_ABOUT THIS TASK_
Check every line in the listing below for "kept". Copy the ones where it occurs.

_PROVIDED INFORMATION_
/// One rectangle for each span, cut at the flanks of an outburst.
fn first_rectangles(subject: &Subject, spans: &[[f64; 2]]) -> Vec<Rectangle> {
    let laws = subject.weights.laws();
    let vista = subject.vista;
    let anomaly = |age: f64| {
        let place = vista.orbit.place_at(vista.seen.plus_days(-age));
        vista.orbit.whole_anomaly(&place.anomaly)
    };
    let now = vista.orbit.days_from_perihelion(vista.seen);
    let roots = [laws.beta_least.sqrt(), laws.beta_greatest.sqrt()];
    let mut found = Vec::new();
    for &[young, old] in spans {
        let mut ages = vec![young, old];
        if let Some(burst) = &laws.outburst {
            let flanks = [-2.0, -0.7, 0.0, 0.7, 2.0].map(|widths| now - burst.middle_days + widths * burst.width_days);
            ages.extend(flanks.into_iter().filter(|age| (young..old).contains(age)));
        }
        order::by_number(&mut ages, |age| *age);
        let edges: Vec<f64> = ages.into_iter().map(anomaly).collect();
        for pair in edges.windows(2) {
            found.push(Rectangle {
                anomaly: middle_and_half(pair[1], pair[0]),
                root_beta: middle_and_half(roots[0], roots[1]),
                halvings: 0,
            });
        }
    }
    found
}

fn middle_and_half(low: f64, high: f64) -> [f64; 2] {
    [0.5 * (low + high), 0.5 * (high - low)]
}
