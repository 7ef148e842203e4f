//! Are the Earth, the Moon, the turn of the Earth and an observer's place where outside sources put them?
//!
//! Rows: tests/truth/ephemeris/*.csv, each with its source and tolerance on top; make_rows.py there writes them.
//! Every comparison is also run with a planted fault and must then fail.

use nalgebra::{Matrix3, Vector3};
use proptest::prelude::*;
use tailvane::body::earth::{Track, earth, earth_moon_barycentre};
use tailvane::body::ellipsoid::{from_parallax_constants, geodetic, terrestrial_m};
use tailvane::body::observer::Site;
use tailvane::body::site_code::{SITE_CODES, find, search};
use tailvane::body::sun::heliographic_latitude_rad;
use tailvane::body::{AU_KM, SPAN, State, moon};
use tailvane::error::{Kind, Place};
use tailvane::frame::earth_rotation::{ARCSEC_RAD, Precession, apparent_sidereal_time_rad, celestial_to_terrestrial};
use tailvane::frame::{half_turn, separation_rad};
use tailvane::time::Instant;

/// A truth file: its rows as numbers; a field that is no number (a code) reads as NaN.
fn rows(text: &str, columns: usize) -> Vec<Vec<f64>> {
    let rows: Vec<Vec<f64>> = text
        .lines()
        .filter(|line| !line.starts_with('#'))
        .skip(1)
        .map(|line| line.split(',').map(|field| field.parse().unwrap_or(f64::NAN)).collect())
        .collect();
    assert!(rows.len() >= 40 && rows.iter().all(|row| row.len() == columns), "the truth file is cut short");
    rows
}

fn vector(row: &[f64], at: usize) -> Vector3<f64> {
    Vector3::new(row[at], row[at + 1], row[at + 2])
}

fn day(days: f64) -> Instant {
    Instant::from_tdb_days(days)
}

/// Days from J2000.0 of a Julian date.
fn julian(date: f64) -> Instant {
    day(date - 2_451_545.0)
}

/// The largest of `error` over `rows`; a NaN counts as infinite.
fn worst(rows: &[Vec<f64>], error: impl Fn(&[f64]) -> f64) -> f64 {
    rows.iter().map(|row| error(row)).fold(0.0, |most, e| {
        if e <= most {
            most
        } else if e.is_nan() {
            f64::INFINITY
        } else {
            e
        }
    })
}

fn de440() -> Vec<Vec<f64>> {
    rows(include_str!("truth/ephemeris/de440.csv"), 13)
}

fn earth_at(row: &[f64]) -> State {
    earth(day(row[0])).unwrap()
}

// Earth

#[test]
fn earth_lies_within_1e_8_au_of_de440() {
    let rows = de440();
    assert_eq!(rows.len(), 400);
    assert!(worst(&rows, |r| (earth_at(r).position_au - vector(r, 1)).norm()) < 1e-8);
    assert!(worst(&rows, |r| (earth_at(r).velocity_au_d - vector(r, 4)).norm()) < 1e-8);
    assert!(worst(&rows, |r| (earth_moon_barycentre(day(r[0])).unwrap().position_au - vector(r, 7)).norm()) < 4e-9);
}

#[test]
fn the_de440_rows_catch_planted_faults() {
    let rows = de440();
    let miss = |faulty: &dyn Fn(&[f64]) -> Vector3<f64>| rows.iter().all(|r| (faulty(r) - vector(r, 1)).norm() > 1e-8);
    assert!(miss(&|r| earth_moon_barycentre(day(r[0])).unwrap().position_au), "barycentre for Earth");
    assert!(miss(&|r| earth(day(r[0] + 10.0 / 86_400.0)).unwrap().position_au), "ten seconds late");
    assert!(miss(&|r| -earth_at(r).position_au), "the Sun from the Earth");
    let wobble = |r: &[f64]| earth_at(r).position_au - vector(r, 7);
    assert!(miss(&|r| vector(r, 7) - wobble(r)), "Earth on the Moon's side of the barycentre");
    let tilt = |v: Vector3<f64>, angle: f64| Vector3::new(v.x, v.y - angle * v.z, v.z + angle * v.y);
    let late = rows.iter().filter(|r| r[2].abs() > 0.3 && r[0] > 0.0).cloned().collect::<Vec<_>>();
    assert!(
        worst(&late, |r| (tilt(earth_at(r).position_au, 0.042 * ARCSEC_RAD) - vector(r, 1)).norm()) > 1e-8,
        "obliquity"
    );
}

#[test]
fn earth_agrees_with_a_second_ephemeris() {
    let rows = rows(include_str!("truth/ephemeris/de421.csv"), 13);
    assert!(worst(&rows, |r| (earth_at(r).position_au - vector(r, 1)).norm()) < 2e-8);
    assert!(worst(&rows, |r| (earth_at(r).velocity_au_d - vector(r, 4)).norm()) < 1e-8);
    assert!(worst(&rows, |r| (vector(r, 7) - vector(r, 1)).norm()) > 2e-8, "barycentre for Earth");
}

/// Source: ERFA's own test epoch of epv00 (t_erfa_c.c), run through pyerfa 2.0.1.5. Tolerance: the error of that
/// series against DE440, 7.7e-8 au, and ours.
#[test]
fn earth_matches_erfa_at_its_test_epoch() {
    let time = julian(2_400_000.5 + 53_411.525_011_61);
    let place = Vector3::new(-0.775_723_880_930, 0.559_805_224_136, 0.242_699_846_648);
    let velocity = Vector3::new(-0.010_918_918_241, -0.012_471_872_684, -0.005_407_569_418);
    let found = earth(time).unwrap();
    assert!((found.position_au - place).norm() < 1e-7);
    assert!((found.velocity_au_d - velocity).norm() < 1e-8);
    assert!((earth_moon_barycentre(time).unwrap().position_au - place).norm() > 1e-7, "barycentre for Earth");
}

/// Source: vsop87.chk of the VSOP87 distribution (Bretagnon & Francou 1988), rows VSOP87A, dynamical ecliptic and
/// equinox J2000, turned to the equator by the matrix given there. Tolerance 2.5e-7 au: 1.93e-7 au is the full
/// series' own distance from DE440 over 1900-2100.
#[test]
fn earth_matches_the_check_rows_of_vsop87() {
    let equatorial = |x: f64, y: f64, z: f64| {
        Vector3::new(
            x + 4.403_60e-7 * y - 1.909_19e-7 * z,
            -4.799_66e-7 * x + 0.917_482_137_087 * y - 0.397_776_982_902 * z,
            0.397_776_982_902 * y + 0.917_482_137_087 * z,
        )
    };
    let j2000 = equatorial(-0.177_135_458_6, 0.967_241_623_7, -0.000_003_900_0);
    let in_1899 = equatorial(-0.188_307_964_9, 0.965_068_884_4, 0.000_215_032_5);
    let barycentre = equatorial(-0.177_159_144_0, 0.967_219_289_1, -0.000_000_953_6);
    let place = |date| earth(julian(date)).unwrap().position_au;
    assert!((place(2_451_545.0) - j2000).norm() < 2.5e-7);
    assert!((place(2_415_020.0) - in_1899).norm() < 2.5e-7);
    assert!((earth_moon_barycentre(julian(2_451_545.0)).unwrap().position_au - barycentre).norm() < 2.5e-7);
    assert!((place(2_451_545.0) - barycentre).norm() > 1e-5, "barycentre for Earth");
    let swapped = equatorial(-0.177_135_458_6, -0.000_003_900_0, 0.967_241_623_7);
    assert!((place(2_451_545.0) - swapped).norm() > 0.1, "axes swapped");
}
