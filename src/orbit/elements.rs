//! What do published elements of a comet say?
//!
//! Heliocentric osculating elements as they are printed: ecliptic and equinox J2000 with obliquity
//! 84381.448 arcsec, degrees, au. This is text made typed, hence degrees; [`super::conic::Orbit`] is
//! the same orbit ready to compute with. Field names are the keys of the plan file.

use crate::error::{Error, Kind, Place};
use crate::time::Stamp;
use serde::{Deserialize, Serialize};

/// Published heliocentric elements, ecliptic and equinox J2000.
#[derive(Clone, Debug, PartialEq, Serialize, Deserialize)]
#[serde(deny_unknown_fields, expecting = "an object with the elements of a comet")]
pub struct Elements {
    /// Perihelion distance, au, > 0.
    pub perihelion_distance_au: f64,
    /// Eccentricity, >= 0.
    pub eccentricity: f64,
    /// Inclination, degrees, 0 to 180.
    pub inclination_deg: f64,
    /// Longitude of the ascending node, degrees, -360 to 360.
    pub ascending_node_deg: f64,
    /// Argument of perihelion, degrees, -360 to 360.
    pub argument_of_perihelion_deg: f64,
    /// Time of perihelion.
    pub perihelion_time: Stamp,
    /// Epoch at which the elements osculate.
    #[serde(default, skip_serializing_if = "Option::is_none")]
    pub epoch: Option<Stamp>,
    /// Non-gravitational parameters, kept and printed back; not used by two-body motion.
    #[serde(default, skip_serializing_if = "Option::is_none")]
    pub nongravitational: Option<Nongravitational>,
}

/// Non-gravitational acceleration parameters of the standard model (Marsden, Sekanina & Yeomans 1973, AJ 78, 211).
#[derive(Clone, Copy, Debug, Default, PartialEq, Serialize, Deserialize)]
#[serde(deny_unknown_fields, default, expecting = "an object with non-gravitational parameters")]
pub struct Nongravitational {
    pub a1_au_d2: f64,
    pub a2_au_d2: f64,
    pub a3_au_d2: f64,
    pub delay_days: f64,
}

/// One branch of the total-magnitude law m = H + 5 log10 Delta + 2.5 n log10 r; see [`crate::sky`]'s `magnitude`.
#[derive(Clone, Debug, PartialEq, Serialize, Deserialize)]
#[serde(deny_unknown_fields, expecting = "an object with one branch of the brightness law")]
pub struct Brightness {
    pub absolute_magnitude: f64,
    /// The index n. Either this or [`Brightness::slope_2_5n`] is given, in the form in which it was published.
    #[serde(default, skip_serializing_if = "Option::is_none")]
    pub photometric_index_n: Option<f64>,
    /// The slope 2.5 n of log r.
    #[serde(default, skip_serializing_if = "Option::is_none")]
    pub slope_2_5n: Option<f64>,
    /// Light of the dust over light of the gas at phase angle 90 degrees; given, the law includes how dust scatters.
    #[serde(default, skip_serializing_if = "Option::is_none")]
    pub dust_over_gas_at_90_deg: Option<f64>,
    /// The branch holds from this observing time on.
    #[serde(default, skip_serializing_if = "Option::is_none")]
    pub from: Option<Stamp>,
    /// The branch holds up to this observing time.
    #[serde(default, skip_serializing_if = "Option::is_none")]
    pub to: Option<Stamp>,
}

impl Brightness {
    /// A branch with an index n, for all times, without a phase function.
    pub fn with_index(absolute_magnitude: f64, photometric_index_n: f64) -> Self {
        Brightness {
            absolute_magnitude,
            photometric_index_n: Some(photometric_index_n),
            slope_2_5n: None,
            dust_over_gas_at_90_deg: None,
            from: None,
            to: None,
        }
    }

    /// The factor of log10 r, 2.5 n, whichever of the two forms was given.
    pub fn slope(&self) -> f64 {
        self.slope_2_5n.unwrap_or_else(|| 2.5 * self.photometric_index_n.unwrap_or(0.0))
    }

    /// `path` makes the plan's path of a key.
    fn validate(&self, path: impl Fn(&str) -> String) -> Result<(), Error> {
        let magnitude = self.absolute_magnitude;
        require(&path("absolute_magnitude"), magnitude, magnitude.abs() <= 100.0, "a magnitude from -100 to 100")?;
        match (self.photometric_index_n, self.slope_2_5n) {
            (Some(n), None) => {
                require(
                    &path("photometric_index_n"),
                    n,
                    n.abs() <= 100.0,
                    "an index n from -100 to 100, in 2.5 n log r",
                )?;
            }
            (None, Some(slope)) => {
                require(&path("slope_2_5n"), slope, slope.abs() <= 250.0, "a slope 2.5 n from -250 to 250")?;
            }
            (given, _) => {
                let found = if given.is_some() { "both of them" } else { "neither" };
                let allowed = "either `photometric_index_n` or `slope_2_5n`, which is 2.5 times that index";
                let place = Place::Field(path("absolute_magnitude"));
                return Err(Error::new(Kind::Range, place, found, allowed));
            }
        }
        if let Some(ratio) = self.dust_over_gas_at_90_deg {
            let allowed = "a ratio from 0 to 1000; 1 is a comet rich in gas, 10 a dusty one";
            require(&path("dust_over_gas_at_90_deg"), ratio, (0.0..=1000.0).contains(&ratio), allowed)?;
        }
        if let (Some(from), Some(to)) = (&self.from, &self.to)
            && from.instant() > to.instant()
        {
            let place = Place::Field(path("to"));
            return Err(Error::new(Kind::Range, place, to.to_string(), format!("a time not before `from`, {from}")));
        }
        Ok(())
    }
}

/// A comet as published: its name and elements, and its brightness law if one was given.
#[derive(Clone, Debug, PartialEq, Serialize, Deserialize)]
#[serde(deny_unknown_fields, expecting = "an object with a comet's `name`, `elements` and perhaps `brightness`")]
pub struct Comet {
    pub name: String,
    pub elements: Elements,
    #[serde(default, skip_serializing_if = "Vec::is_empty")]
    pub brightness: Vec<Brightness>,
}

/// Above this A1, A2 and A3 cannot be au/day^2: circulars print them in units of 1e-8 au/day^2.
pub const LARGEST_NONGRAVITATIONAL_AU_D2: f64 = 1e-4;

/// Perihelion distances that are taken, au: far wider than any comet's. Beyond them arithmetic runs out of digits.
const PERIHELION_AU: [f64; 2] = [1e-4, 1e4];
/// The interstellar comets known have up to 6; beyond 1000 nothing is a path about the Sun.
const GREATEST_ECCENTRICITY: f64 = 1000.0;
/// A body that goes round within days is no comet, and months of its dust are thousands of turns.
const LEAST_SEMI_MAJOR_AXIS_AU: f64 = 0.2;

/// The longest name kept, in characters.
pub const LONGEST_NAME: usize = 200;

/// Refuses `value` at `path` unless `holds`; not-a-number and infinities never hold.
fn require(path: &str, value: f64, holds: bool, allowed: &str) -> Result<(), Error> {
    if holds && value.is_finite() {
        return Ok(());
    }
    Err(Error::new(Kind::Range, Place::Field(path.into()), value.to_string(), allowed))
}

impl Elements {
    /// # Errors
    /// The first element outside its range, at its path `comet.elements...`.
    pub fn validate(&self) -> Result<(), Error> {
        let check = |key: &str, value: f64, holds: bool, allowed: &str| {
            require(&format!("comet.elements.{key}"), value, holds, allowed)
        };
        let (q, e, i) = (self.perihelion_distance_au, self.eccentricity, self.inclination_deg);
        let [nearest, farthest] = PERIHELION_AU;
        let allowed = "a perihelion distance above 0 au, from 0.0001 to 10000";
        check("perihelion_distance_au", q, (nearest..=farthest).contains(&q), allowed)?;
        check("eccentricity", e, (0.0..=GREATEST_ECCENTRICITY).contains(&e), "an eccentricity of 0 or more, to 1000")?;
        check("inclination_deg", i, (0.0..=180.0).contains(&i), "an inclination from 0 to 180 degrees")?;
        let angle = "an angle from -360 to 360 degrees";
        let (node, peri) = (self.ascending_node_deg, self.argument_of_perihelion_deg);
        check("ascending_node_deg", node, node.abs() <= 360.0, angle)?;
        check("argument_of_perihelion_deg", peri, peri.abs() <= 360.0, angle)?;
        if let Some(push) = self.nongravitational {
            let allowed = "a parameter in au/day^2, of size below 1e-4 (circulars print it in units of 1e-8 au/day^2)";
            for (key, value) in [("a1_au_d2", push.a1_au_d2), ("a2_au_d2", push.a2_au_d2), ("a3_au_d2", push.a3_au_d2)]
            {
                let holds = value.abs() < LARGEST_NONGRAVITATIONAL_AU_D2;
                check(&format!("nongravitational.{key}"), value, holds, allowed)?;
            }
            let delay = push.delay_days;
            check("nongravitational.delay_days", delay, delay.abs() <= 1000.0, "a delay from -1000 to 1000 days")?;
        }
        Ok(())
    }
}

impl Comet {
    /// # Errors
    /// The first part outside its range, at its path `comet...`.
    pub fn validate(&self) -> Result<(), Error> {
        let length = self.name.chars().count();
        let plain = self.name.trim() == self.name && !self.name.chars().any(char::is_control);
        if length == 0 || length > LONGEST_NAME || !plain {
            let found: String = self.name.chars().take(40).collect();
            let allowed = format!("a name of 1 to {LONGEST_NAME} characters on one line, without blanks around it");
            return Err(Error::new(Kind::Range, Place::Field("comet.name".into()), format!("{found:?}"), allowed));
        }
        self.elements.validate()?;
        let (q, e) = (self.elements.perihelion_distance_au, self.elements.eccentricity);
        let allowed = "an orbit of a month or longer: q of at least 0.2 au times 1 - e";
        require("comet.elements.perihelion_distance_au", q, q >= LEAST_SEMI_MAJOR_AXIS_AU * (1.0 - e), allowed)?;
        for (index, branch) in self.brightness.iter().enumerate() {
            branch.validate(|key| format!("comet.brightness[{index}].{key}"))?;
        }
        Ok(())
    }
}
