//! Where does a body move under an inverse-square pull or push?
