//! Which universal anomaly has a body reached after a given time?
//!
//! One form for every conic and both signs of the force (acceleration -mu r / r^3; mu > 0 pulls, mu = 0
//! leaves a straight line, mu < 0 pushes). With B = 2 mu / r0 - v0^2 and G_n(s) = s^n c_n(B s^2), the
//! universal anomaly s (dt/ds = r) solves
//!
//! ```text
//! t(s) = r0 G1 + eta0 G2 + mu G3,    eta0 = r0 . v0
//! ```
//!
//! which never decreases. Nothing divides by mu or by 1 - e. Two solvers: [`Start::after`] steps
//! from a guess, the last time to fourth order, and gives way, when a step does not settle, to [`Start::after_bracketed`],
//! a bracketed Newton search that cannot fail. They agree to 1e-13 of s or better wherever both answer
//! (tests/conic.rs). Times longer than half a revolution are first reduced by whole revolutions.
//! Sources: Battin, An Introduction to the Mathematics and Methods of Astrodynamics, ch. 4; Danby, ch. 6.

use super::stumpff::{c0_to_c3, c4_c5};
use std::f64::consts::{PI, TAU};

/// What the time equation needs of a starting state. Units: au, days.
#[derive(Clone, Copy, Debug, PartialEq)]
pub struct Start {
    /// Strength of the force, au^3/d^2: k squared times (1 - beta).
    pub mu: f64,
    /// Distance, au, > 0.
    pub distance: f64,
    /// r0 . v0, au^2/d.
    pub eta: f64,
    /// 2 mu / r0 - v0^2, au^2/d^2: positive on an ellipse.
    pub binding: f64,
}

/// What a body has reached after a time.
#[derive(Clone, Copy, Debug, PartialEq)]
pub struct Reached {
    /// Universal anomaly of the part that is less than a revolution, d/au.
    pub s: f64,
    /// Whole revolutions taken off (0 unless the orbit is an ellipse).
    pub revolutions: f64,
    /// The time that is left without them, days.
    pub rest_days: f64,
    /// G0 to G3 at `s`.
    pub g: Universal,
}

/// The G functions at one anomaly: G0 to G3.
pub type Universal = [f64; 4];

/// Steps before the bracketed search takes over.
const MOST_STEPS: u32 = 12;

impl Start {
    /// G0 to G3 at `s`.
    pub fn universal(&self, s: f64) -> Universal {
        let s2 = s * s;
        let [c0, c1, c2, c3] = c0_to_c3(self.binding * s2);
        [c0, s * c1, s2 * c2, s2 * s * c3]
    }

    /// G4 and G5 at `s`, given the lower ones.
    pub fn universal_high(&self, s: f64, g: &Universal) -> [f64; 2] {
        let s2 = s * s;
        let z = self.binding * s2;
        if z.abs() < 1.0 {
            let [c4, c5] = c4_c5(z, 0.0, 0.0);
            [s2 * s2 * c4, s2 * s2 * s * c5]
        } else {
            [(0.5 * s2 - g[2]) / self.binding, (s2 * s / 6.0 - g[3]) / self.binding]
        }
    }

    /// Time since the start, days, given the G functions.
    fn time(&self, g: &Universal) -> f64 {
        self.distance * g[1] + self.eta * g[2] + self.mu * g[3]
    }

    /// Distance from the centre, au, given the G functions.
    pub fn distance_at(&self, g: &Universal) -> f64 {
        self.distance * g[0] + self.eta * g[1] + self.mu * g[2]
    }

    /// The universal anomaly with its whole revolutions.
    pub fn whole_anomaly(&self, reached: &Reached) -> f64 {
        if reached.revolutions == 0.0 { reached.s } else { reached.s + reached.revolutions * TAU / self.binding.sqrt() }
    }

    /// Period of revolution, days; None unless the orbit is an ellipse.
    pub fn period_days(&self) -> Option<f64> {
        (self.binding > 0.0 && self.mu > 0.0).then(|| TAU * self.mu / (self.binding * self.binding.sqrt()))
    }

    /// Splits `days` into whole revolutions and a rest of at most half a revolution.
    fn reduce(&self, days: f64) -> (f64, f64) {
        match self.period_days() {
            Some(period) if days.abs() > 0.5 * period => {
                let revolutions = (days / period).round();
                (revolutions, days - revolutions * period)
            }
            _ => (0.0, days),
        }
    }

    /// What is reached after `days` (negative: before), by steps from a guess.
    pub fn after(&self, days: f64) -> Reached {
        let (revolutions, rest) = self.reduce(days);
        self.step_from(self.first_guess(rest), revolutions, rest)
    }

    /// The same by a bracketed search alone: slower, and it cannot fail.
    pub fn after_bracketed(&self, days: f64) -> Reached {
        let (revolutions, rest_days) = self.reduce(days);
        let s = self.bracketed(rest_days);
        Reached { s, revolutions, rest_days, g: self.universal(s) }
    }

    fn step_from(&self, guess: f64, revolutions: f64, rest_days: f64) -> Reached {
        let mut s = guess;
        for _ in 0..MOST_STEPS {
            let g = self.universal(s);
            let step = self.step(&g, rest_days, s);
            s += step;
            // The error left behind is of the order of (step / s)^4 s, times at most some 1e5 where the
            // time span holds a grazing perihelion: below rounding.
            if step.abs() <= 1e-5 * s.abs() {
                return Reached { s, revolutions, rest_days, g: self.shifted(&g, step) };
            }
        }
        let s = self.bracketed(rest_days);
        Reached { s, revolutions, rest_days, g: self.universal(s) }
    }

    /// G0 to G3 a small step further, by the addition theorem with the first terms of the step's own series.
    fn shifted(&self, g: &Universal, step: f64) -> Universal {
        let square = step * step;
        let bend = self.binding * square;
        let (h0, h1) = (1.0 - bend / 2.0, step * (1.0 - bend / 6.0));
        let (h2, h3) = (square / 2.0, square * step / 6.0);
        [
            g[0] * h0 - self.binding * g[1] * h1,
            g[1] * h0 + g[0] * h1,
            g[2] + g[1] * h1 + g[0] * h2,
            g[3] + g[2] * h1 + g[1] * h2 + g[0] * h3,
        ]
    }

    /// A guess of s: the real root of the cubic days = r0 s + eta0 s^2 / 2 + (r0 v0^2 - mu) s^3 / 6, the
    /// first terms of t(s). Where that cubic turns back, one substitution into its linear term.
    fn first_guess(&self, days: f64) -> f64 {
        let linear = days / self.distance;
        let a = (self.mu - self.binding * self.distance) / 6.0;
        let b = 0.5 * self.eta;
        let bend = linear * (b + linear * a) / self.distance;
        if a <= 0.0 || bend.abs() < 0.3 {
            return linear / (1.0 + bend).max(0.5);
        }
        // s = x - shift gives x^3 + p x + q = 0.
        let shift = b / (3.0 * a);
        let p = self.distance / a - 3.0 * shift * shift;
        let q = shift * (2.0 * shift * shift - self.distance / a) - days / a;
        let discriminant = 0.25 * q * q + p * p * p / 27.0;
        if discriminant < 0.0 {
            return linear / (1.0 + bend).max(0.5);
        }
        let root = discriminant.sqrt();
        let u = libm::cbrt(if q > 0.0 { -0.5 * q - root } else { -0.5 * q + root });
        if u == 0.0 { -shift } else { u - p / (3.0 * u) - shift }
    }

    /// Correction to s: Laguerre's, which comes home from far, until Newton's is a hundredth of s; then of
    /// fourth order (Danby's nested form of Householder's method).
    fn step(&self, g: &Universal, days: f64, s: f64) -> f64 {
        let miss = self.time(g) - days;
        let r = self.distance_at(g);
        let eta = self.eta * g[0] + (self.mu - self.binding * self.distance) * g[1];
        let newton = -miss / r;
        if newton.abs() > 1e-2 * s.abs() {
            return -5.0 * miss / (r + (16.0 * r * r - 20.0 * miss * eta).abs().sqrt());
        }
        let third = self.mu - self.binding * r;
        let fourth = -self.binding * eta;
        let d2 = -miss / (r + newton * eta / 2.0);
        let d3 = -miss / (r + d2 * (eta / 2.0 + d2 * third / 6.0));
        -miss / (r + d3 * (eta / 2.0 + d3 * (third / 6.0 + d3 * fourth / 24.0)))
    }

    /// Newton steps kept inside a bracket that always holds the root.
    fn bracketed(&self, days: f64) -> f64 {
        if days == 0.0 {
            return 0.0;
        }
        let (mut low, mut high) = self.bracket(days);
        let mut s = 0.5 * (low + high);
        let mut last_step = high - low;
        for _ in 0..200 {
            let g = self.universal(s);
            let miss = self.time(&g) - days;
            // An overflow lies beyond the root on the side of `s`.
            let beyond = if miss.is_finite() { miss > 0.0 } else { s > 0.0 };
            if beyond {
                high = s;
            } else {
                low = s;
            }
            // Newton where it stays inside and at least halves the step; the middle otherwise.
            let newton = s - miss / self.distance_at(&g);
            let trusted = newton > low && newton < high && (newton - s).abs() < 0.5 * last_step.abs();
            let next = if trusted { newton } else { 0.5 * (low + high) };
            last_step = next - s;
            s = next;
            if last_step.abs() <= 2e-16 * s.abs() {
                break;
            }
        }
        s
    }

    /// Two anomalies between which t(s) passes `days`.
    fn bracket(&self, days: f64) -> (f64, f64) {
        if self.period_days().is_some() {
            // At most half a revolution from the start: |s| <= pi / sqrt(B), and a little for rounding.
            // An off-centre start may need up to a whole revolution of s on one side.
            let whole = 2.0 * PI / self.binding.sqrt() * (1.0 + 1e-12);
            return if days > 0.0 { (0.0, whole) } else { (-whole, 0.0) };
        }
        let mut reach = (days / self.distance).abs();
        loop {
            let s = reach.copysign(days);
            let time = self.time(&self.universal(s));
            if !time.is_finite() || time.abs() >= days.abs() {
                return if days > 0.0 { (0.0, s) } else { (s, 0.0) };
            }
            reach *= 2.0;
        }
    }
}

_YOUR RESPONSE_
    /// Non-gravitational parameters, kept and printed back; not used by two-body motion.
/// The longest name kept, in characters.
    /// Newton steps kept inside a bracket that always holds the root.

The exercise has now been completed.